No filmmaker wrestled longer and more painfully with the knowledge of his own mortality. His father was a severe Lutheran minister, and a figure who cast a long shadow over Bergman's films, including his premature swansong, Fanny And Alexander (1982), and perhaps his purest masterpiece, Winter Light (1962), a portrait of a pastor who has lost his Faith in God.

Bergman's anguished introspection permeated his films, the great majority of which he wrote himself. When they weren't directly concerned with religion, the films were still preoccupied with existential doubt that gnawed at strained family relationships, bitter marriages and passionate but ultimately unfulfilling love affairs. (Bergman himself had nine children, and five wives.) The playwright August Strindberg was probably the most important artistic influence on his work, and he directed many of Strindberg's plays on stage.

In the popular imagination Bergman was the epitome of the gloomy Swede. What's remarkable today is the extent to which this austere and uncompromising artist made such a deep imprint on late twentieth century western culture, to the point where his work was confidently parodied by everyone from Bill And Ted to French and Saunders. Virtually everything he made is available on DVD in Britain - and he made a lot.

Woody Allen was perhaps his most devoted acolyte: in their various ways, Love And Death, Stardust Memories, A Midsummer Night's Sex Comedy, Interiors, and Deconstructing Harry all acknowledge the debt. Wes Craven's horror movie The Last House on the Left was inspired by The Virgin Spring (1960); John Cassavetes name-checked him in Faces (1967), while Robert Altman's Images and 3 Women were influenced by the experimental, modernist Persona (1966). Liv Ullmann, Harriet Andersson, Erland Josephson, Ingrid Thulin and Max von Sydow all became well known through their regular appearances in his films.
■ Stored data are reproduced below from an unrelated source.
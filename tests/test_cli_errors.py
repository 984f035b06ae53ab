"""Mistakes at the command line: the contract's one-line errors, exit 2, nothing written.

README.md ("Exit codes"): a usage error or unusable input exits 2 with
one line beginning ``flowpipe: error:`` that names what is wrong and what to do, and
no Python traceback unless ``--debug`` is given; outputs are written to a temporary
name and renamed, so nothing half-written is ever left behind.
"""

from __future__ import annotations

import signal
import subprocess
import sys
import time
from pathlib import Path

import dask
import dask.array
import matplotlib.text
import numpy as np
import pytest
import xarray as xr

from flowpipe.cli import main
from flowpipe.errors import InputError
from flowpipe.maps import render

ROOT = Path(__file__).resolve().parents[1]
GLOBAL = str(ROOT / "sample_data" / "demo_global.nc")
REGIONAL = str(ROOT / "sample_data" / "demo_regional.nc")


def _one_error_line(capsys, text: str) -> None:
    err = capsys.readouterr().err.strip().splitlines()
    assert len(err) == 1 and err[0].startswith("flowpipe: error:") and text in err[0], err
    assert "Traceback" not in err[0]


def test_debug_before_the_command_shows_the_traceback(tmp_path):
    # --help lists --debug before the command; given there it must not be lost.
    with pytest.raises(InputError):
        main(["--debug", "decompose", str(tmp_path / "missing.nc"), "-o", str(tmp_path / "o.nc")])
    with pytest.raises(InputError):
        main(["decompose", str(tmp_path / "missing.nc"), "-o", str(tmp_path / "o.nc"), "--debug"])


@pytest.mark.parametrize("make_args, text", [
    (lambda t: ["decompose", GLOBAL, "-o", str(t)], "is a directory"),
    (lambda t: ["map", GLOBAL, "-o", str(t), "--field", "u"], "is a directory"),
    (lambda t: ["decompose", GLOBAL, "-o", str(t / "o.nc"), "--scheme", "foo"], "invalid choice"),
    (lambda t: ["map", GLOBAL, "-o", str(t / "m.png"), "--size", "100000x100000"],
     "from 100 to"),
    # a data output named as another format (or as none) would mislead its readers
    (lambda t: ["decompose", GLOBAL, "-o", str(t / "parts.grib")], "name it *.nc"),
    (lambda t: ["circulation", GLOBAL, "-o", str(t / "parts"), "--box", "40,50,0,10"],
     "name it *.nc"),
])
def test_bad_arguments_are_refused_before_any_work(tmp_path, capsys, make_args, text):
    with pytest.raises(SystemExit) as stop:
        main(make_args(tmp_path))
    assert stop.value.code == 2
    _one_error_line(capsys, text)
    assert not list(tmp_path.iterdir())


@pytest.mark.parametrize("command, options", [
    ("decompose", []), ("advect", ["--start", "50,0", "--hours", "6"]),
    ("ftle", ["--hours", "6"]), ("circulation", ["--box", "40,50,0,10"]),
    ("map", ["--field", "u"]),
])
def test_an_output_in_a_missing_directory_is_refused_and_not_created(tmp_path, capsys, command,
                                                                      options):
    # README.md ("How outputs are stored"): a single command writes into a directory that
    # exists; a mistyped one is named, not silently created (common practice: cp, tar and
    # the shell's redirection refuse a missing directory too).
    typo = tmp_path / "outptu"
    suffix = ".png" if command == "map" else ".nc"
    with pytest.raises(SystemExit) as stop:
        main([command, GLOBAL, "-o", str(typo / f"result{suffix}"), *options])
    assert stop.value.code == 2
    _one_error_line(capsys, f"the directory {str(typo)!r} does not exist; create it first")
    assert not typo.exists()


@pytest.mark.parametrize("command, typo, meant", [
    (["decompose", GLOBAL, "-o", "OUT"], ["--compresion", "zstd"], "--compression"),
    (["map", GLOBAL, "-o", "OUT"], ["--feild=u"], "--field"),
    (["advect", GLOBAL, "-o", "OUT", "--start", "50,0", "--hours", "6"], ["--xyz"], None),
])
def test_an_unknown_option_is_refused_by_its_command_with_the_closest(tmp_path, capsys, command,
                                                                      typo, meant):
    # The command's own parser refuses it and points at its own help; the suggestion is the
    # closest of that command's options by difflib.get_close_matches (Python documentation,
    # difflib; "did you mean" as git and many command lines say it: common practice).
    args = [str(tmp_path / "out.nc") if a == "OUT" else a for a in command]
    with pytest.raises(SystemExit) as stop:
        main([*args, *typo])
    assert stop.value.code == 2
    (line,) = capsys.readouterr().err.strip().splitlines()
    assert line.startswith(f"flowpipe: error: unrecognized arguments: {' '.join(typo)}")
    assert line.endswith(f"(see 'flowpipe {command[0]} --help')")
    assert ("did you mean" in line) == (meant is not None)
    if meant is not None:
        assert f"; did you mean {meant}?" in line
    assert not list(tmp_path.iterdir())


def test_a_southern_or_western_coordinate_first_is_taken_as_the_value(tmp_path):
    # argparse reads "-30,100,500" as an option, not as a value (Python documentation,
    # argparse, "Arguments containing -"); a contour or start in the southern or western
    # hemisphere must not need the "=" form: both forms give the same file.
    import xarray as xr

    for form, args in (("spaced", ["--circle", "-30,100,500", "--box", "-40,-20,-60,-30"]),
                       ("joined", ["--circle=-30,100,500", "--box=-40,-20,-60,-30"])):
        assert main(["circulation", GLOBAL, "-o", str(tmp_path / f"{form}.nc"), *args]) == 0
    assert main(["advect", GLOBAL, "-o", str(tmp_path / "t.nc"), "--start", "-35,-60,850",
                 "--hours", "6"]) == 0
    with xr.open_dataset(tmp_path / "spaced.nc") as a, xr.open_dataset(tmp_path / "joined.nc") as b:
        assert list(a["contour_name"].values) == list(b["contour_name"].values)
        xr.testing.assert_identical(a["circulation"], b["circulation"])
    with xr.open_dataset(tmp_path / "t.nc") as t:
        assert float(t["latitude"].isel(obs=0).max()) == -35.0


def test_a_start_file_that_is_not_text_is_an_input_error(tmp_path, capsys):
    assert main(["advect", GLOBAL, "-o", str(tmp_path / "t.nc"), "--starts", GLOBAL,
                 "--hours", "6"]) == 2
    _one_error_line(capsys, "is not a text CSV file")
    assert not list(tmp_path.iterdir())


@pytest.mark.parametrize("content", [b"", b"latitude,longitude\n50,0\n", b"\x89PNG\r\n\x1a\n"])
def test_a_file_that_is_not_netcdf_is_named_in_one_line(tmp_path, capsys, content):
    # File signatures: NetCDF User Guide (CDF header), HDF5 File Format Specification.
    path = tmp_path / "wind.nc"
    path.write_bytes(content)
    for args in (["inspect", str(path)], ["map", str(path), "-o", str(tmp_path / "m.png")]):
        assert main(args) == 2
        _one_error_line(capsys, "is not a NetCDF file")


def test_a_malformed_scheduler_address_is_a_usage_error(tmp_path, capsys):
    config = tmp_path / "night.toml"
    config.write_text(f'[input]\npaths = ["{GLOBAL}"]\n\n[decompose]\n\n[output]\n'
                      f'directory = "out"\n')
    assert main(["run", str(config), "--scheduler", "foo", "--quiet"]) == 2
    assert "cannot reach the dask scheduler" in capsys.readouterr().err
    # and the failed client does not stay behind to take later computations
    assert dask.config.get("scheduler", None) != "dask.distributed"
    assert float(dask.array.ones(4).sum().compute()) == 4.0


def test_inspect_expands_a_quoted_glob_into_one_report_per_file(capsys):
    assert main(["inspect", str(ROOT / "sample_data" / "demo_*.nc")]) == 0
    out = capsys.readouterr().out
    assert out.count("demo_global.nc") == 1 and out.count("demo_regional.nc") == 1


def test_map_levels_are_in_hectopascals_whatever_the_file_says(tmp_path):
    # The regional sample stores its levels in Pa; flowpipe speaks hPa everywhere
    # (1 hPa = 100 Pa, UDUNITS-2).
    with xr.open_dataset(REGIONAL) as ds:
        assert any(ds[name].attrs.get("units") == "Pa" for name in ds.coords)
    out = tmp_path / "m.png"
    assert main(["map", REGIONAL, "-o", str(out), "--level", "850", "--field", "uwind"]) == 0
    assert out.stat().st_size > 0
    figure = render(REGIONAL, field="uwind", level=850.0)
    texts = [t.get_text() for t in figure.findobj(matplotlib.text.Text)]
    assert any("850 hPa" in t for t in texts) and not any("85000" in t for t in texts)


def test_a_terminated_command_leaves_no_temporary_file(tmp_path):
    # SIGTERM (what a batch system sends first) must unwind like an interrupt: the
    # temporary output is removed and no final file appears.
    lat, lon = np.linspace(-90, 90, 181), np.arange(0.0, 360.0, 1.0)
    levels = np.arange(1000.0, 90.0, -30.0)
    shape = (4, levels.size, lat.size, lon.size)
    rng = np.random.default_rng(0)
    u = 10 + rng.standard_normal(shape).astype(np.float32)
    xr.Dataset({"u": (("time", "plev", "lat", "lon"), u, {"units": "m s-1"}),
                "v": (("time", "plev", "lat", "lon"), u[:, :, ::-1], {"units": "m s-1"})},
               coords={"time": np.datetime64("2026-01-01", "ns") + np.arange(4) * np.timedelta64(6, "h"),
                       "plev": ("plev", levels, {"units": "hPa"}),
                       "lat": ("lat", lat, {"units": "degrees_north"}),
                       "lon": ("lon", lon, {"units": "degrees_east"})}).to_netcdf(tmp_path / "in.nc")
    out = tmp_path / "out"
    out.mkdir()
    process = subprocess.Popen([sys.executable, "-m", "flowpipe", "decompose",
                                str(tmp_path / "in.nc"), "-o", str(out / "parts.nc")],
                               stderr=subprocess.PIPE, text=True)
    deadline = time.monotonic() + 60
    while not list(out.glob(".parts.nc.tmp-*")) and time.monotonic() < deadline \
            and process.poll() is None:
        time.sleep(0.02)
    assert list(out.glob(".parts.nc.tmp-*")), "the writer never started"
    process.send_signal(signal.SIGTERM)
    _, err = process.communicate(timeout=60)
    assert process.returncode == 128 + signal.SIGTERM, err
    assert "flowpipe: terminated" in err
    assert not list(out.iterdir())


def _gappy_global(tmp_path: Path) -> str:
    """The global sample, two times, with a gap on its first (850 hPa) level only."""
    path = tmp_path / "gappy.nc"
    with xr.open_dataset(GLOBAL) as ds:
        ds = ds.isel(time=slice(0, 2)).load()
    for name in ("u", "v"):
        ds[name][:, 0, 30:40, 20:40] = np.nan
    ds.to_netcdf(path)
    return str(path)


@pytest.mark.parametrize("make_args, hint", [
    (lambda t: ["decompose", GLOBAL, "-o", str(t / "o.nc"), "--levels", "700"],
     "choose among these with --levels (config: [decompose] levels)"),
    (lambda t: ["decompose", _gappy_global(t), "-o", str(t / "o.nc"), "--kinematics"],
     "choose the levels that have no missing points with --levels (config: [decompose] levels)"),
    (lambda t: ["circulation", GLOBAL, "-o", str(t / "o.nc"), "--box", "40,50,0,10",
                "--levels", "700"],
     "choose among these with --levels (config: [circulation] levels)"),
    (lambda t: ["ftle", GLOBAL, "-o", str(t / "o.nc"), "--hours", "6", "--level", "700"],
     "choose among these with --level (config: [ftle] levels)"),
])
def test_a_hint_to_choose_levels_names_the_config_key_too(tmp_path, capsys, make_args, hint):
    # README.md ("Exit codes"): the one line says what to do; the same choice in a batch run
    # is the table's levels key (configs/README.md, [decompose], [circulation], [ftle]).
    args = make_args(tmp_path)
    assert main(args) == 2
    _one_error_line(capsys, hint)
    assert not (tmp_path / "o.nc").exists()


def test_kinematics_take_complete_global_levels_only(tmp_path, capsys):
    # README.md (Commands, decompose): --kinematics is refused on a limited area before any
    # work, and on a global level with missing points, nothing written; the complete levels
    # of the same file are taken (spherical-harmonic analysis needs every quadrature node:
    # Swarztrauber 1981, SIAM J. Numer. Anal. 18, 191-210).
    out = tmp_path / "o.nc"
    assert main(["decompose", REGIONAL, "-o", str(out), "--kinematics"]) == 2
    _one_error_line(capsys, "--kinematics needs the spectral method")
    gappy = _gappy_global(tmp_path)
    assert main(["decompose", gappy, "-o", str(out), "--kinematics"]) == 2
    _one_error_line(capsys, "u/v have 200 missing points in a latitude-longitude slab")  # 10 x 20
    assert not out.exists()
    assert main(["decompose", gappy, "-o", str(out), "--kinematics", "--levels", "500,250"]) == 0
    with xr.open_dataset(out) as ds:
        assert ds.sizes["level"] == 2 and "absolute_vorticity" in ds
Arguably Rossellini and Renoir had a more enduring impact on the way films are made, but in his lifetime only Kurosawa and Fellini spoke so directly to international audiences and filmmakers. Among his many honours, Bergman was nominated for nine Academy Awards. In 1997 at a special ceremony for the 50th anniversary of the Cannes Film Festival he was awarded 'the Palm of Palms', a reflection of his unique standing in world cinema.

Although his career stretches back to 1946, he hit his stride with Summer With Monika in 1953, and came to international attention with the uncharacteristically charming sex comedy Smiles of a Summer Night in 1955. This was succeeded, in a remarkable run, by the recently re-released medieval allegory The Seventh Seal (1957), Wild Strawberries (1957) and The Magician (1958).

Ingmar Bergman

A couple of years later his loosely grouped 'Silence of God' Trilogy cemented his standing as the most philosophically rigorous of European art house directors. In 1972, when Sight and Sound magazine polled critics for the best films ever made, Bergman had two in the top ten. A year later, he made two more intense psychological masterpieces, Cries and Whispers and Scenes from a Marriage (both starring his sometime lover, Liv Ullmann).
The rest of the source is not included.